The U.S. Securities and Exchange Commission has issued a rare no-action letter confirming that tokens distributed by DoubleZero, a decentralized physical infrastructure (DePIN) project, fall outside the scope of federal securities laws.

The letter, released on Sept. 29 by the SEC’s Division of Corporation Finance, stated that the agency would not recommend enforcement if DoubleZero’s programmatic transfers of its native 2Z token proceed under the conditions described by the company’s counsel in its Sept. 25 submission.

In that submission, DoubleZero’s legal team explained that the 2Z token is not designed as an investment vehicle but as a functional reward within its network. “Upon launch, 2Z tokens will be offered and sold to Network participants in two ways: (i) as compensation to Network Providers for their provision of high-performance network connectivity, and (ii) as compensation to Resource Providers for their calculation of Provider Payment amounts,” the filing stated.

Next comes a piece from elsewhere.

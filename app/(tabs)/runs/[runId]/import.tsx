import { ImportScreen } from '@/components/data/import-screen';

export default function Import() {
  return <ImportScreen />;
}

The Foundation argued that these “Programmatic Transfers” are integral to the protocol’s operation and “are not required to be registered under the Securities Act,” nor should 2Z “be registered as a class of equity securities under the Securities Exchange Act.”

DePIN projects, like DoubleZero, represent a growing sector of blockchain innovation, using token incentives to coordinate contributions of physical resources such as storage, bandwidth, mapping data, or energy — 2Z tokens, for example, will be distributed as “programmatic transfers” to participants providing connectivity or performing network calculations.

Commissioner Hester Peirce commented that this structure separates DePIN tokens from traditional fundraising models often subject to the Howey Test — the legal framework used to determine whether an asset qualifies as a security.

“These tokens are neither shares of stock nor promises of profits from others’ efforts,” she stated, describing them instead as “functional incentives” for infrastructure growth. She said that classifying them as securities “would suppress the growth of networks of distributed providers of services.”

DoubleZero general counsel Mari Tomunen echoed her view, stating: “When the value of the token comes from other network participants’ work, Howey simply does not apply.”